- Born: August 16, 1967 (age 57)
- Citizenship: French
- Detained at: Guantanamo
- Other name(s): Redouane Khalid
- ISN: 173
- Status: Repatriated

= Ridouane Khalid =

French citizen (born 1967)

Ridouane Khalid (رضوان خالد; born 16 August 1967) is a French citizen who was held in extrajudicial detention in the United States Guantanamo Bay detention camps, in Cuba.

The Department of Defense says his birthdate is August 16, 1967.
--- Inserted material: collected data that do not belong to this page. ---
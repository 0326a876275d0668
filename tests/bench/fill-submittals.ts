import type { Pool, PoolConnection } from 'mysql2/promise';
import type { CheckResult } from '#rules/engine/finding';

export const findingsPerSubmittal = 50;
const contractors = 20;
const submittalsPerInsert = 5_000;

/** UUIDs in the order of their numbers; the table's own letter keeps those of two tables apart. */
const idOf = (table: string, number: number) =>
  `${number.toString(16).padStart(8, '0')}-0000-7000-8000-${table.padStart(12, '0')}`;
const idSql = (table: string, number: string) =>
  `CONCAT(LPAD(LOWER(HEX(${number})), 8, '0'), '-0000-7000-8000-${table.padStart(12, '0')}')`;

export const agency = { kind: 'agency', organisationId: idOf('a', 0) } as const;
export const contractorOf = (submittal: number) => idOf('a', 1 + (submittal % contractors));
export const revisionOf = (submittal: number) => idOf('e', submittal);

interface Fill {
  submittals: number;
  /** The submittal whose check has its evidence: with all of them it would be many times the size of the rest. */
  measured: number;
  result: CheckResult;
}

/** One agency with many contractors' submittals, a revision, a check and fifty findings each, over one year. */
export async function fillSubmittals(pool: Pool, { submittals, measured, result }: Fill): Promise<void> {
  const connection = await pool.getConnection();
  try {
    // Rows that nothing here joins are left out.
    await connection.query('SET SESSION foreign_key_checks = 0, unique_checks = 0');
    await fillOrganisations(connection);
    for (let from = 1; from <= submittals; from += submittalsPerInsert) {
      const to = Math.min(submittals, from + submittalsPerInsert - 1);
      await fillRange(connection, { from, to, measured, result });
    }
    await connection.query('ANALYZE TABLE submittals, revisions, checks, findings');
  } finally {
    connection.release();
  }
}

async function fillOrganisations(connection: PoolConnection): Promise<void> {
  await connection.query(
    `INSERT INTO organisations
       (id, name, slug, kind, time_zone, review_working_days, waiver_policy, letterhead, created_at)
     SELECT ${idSql('a', 'seq')}, CONCAT('Organisation ', seq), CONCAT('organisation-', seq),
       IF(seq = 0, 'agency', 'contractor'), 'UTC', 10, 'advisory', '{}', '2026-01-05'
     FROM seq_0_to_${contractors}`,
  );
  await connection.query(
    `INSERT INTO projects (id, agency_id, number, title, facts, created_at)
     SELECT ${idSql('b', 'seq')}, ${idSql('a', '0')}, CONCAT('CV-', seq), CONCAT('Road ', seq), '{}', '2026-01-05'
     FROM seq_0_to_99`,
  );
}

async function fillRange(
  connection: PoolConnection,
  { from, to, measured, result }: { from: number; to: number } & Pick<Fill, 'measured' | 'result'>,
): Promise<void> {
  const sequence = `seq_${from}_to_${to}`;
  const tenant = `${idSql('a', '0')}, ${idSql('a', `1 + seq % ${contractors}`)}`;
  const at = `'2026-01-05' + INTERVAL seq * 5 MINUTE`;
  await connection.query(
    `INSERT INTO submittals (id, agency_id, contractor_id, project_id, section_id, mix_designation,
       active_designation, latest_number, agency_updated_at, created_by_id, created_at, updated_at)
     SELECT ${idSql('c', 'seq')}, ${tenant}, ${idSql('b', 'seq % 100')}, ${idSql('b', '0')},
       CONCAT('M-', seq), CONCAT('M-', seq), 0, ${at}, ${idSql('a', '0')}, ${at}, ${at}
     FROM ${sequence}`,
  );
  await connection.query(
    `INSERT INTO revisions (id, submittal_id, agency_id, contractor_id, number, state, laboratory_id, section,
       workbook_file_id, uploaded_by_id, uploaded_at, created_at, updated_at)
     SELECT ${idSql('e', 'seq')}, ${idSql('c', 'seq')}, ${tenant}, 0,
       ELT(1 + seq % 4, 'submitted', 'in review', 'returned', 'withdrawn'), ${idSql('a', '0')}, '{}',
       ${idSql('a', '0')}, ${idSql('a', '0')}, ${at}, ${at}, ${at}
     FROM ${sequence}`,
  );
  await connection.query(
    `INSERT INTO checks (id, revision_id, agency_id, contractor_id, kind, number, made_at, submitted_on, context,
       record_hash, resolved_hash, engine_version, seal, summary, result)
     SELECT ${idSql('f', 'seq')}, ${idSql('e', 'seq')}, ${tenant}, 'check of record', 1, ${at}, '2026-01-05', ?,
       SHA2(seq, 256), SHA2('edition', 256), '1', SHA2(seq, 256), ?, IF(seq = ?, ?, '{}')
     FROM ${sequence}`,
    [
      JSON.stringify({ submittedOn: '2026-01-05', lettingOn: null, facts: {} }),
      JSON.stringify(result.summary),
      measured,
      JSON.stringify(result),
    ],
  );
  await connection.query(
    `INSERT INTO findings (id, check_id, revision_id, agency_id, contractor_id, position, rule, subject, clause,
       severity, outcome, borderline, rounded, margin)
     SELECT CONCAT(LPAD(LOWER(HEX(outer_seq.seq)), 8, '0'), '-', LPAD(LOWER(HEX(place.seq)), 4, '0'),
         '-7000-8000-000000000009'),
       ${idSql('f', 'outer_seq.seq')}, ${idSql('e', 'outer_seq.seq')}, ${idSql('a', '0')},
       ${idSql('a', `1 + outer_seq.seq % ${contractors}`)}, place.seq, CONCAT('rule-', place.seq), 'design point',
       CONCAT('412.', place.seq), 'required', IF(place.seq % 9 = 0, 'fail', 'pass'), 0, place.seq, 0.5
     FROM ${sequence} AS outer_seq CROSS JOIN seq_0_to_${findingsPerSubmittal - 1} AS place`,
  );
}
Along with Khaled Ben Mustapha and Mustaq Ali Patel, he was the last French citizen held at the base. They were released in March 2005 and placed under formal investigation by a judge in Paris. Khalid has two brothers already under investigation for alleged terrorism-related matters.
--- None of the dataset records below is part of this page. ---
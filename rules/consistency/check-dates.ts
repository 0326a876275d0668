import { evidenceOfReading } from '../engine/sample';
import type { DocumentRecord, MixRecord, Reading } from '../record';
import { dateWords } from '../rule-sets/words';
import { type ConsistencyInput, type ConsistencyObservation, subjectOf } from './consistency-observation';

/** Dates that cannot follow one another. */
export function checkDates({ record, submittedOn }: ConsistencyInput): ConsistencyObservation[] {
  return [
    ...expiredBeforeIssued(record),
    ...testedAfterReport(record),
    ...testedAfterSubmission(record, submittedOn),
  ];
}

/** What is submitted has been tested. One finding a quantity, and none where the report is already contradicted. */
function testedAfterSubmission(record: MixRecord, submittedOn: string | null): ConsistencyObservation[] {
  if (submittedOn === null || testedAfterReport(record).length > 0) return [];
  return testedAfter(record.readings, submittedOn, (label, last) => ({
    sentence: `A test of ${label} is dated ${dateWords(last)}, after the submission on ${dateWords(submittedOn)}.`,
    reason: 'What is submitted has been tested before; the date of the test is wrong.',
  }));
}

function expiredBeforeIssued({ documents }: MixRecord): ConsistencyObservation[] {
  return documents.flatMap((document, place) => {
    const { date, validTo } = document;
    if (date === null || validTo === null || validTo >= date) return [];
    return dateBreach({
      subject: `document ${place + 1}, ${documentWords(document)}`,
      sentence: `The ${documentWords(document)} is valid to ${dateWords(validTo)}, before its date, ${dateWords(date)}.`,
      reason: 'One of the two dates is wrong.',
      evidence: [
        {
          quantity: document.type,
          value: null,
          text: validTo,
          unit: '1',
          origin: 'reported',
          source: document.source,
        },
      ],
      quantity: document.type,
      at: {},
    });
  });
}

/** The report states what was found, so nothing in it can have been tested later. One finding a quantity. */
function testedAfterReport({ documents, readings }: MixRecord): ConsistencyObservation[] {
  const dates = documents
    .filter(({ type, date }) => type === 'mix-design-report' && date !== null)
    .map(({ date }) => date!);
  const latest = dates.toSorted().at(-1);
  if (latest === undefined) return [];
  return testedAfter(readings, latest, (label, last) => ({
    sentence: `A test of ${label} is dated ${dateWords(last)}, after the mix design report of ${dateWords(latest)}.`,
    reason: 'A report cannot state a test that was made later; one of the two dates is wrong.',
  }));
}

function testedAfter(
  readings: readonly Reading[],
  day: string,
  words: (label: string, last: string) => Pick<ConsistencyObservation, 'sentence' | 'reason'>,
): ConsistencyObservation[] {
  const late = readings.filter(({ testedOn }) => testedOn !== undefined && testedOn > day);
  return [...new Set(late.map(({ quantity }) => quantity))].map((quantity) => {
    const own = late.filter((reading) => reading.quantity === quantity);
    const dates = own.map(({ testedOn }) => testedOn!).toSorted();
    return dateBreach({
      subject: `${subjectOf(quantity, {})}, date of test`,
      ...words(subjectOf(quantity, {}), dates.at(-1)!),
      evidence: own.map(evidenceOfReading),
      quantity,
      at: own[0]!.at,
    });
  });
}

function dateBreach(
  breach: Pick<ConsistencyObservation, 'subject' | 'sentence' | 'reason' | 'evidence' | 'quantity' | 'at'>,
): ConsistencyObservation {
  return {
    name: 'dates-out-of-order',
    severity: 'advisory',
    outcome: 'fail',
    observed: null,
    limit: null,
    unit: '1',
    ...breach,
  };
}

function documentWords({ type, reference }: DocumentRecord): string {
  return `${type.replaceAll('-', ' ')}${reference === null ? '' : ` ${reference}`}`;
}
Although originally convicted in France, his trial was overturned and he was released in February 2009.

==Habeas corpus petition==

A writ of habeas corpus, Redouane Khalid v. George W. Bush, was submitted on
Redouane Khalid's behalf.

==French trial==
Redouane Khalid, and four other French citizens, were convicted in 2007 of "criminal association with a terrorist enterprise."
They had their convictions overturned on appeal on February 24, 2009.
Their convictions were overturned because they were based on interrogations conducted in Guantanamo, and the interrogations were conducted by French security officials, not law enforcement officials.

On February 17, 2010, the Court of Cassation, a higher court, ordered a re-trial of the five men.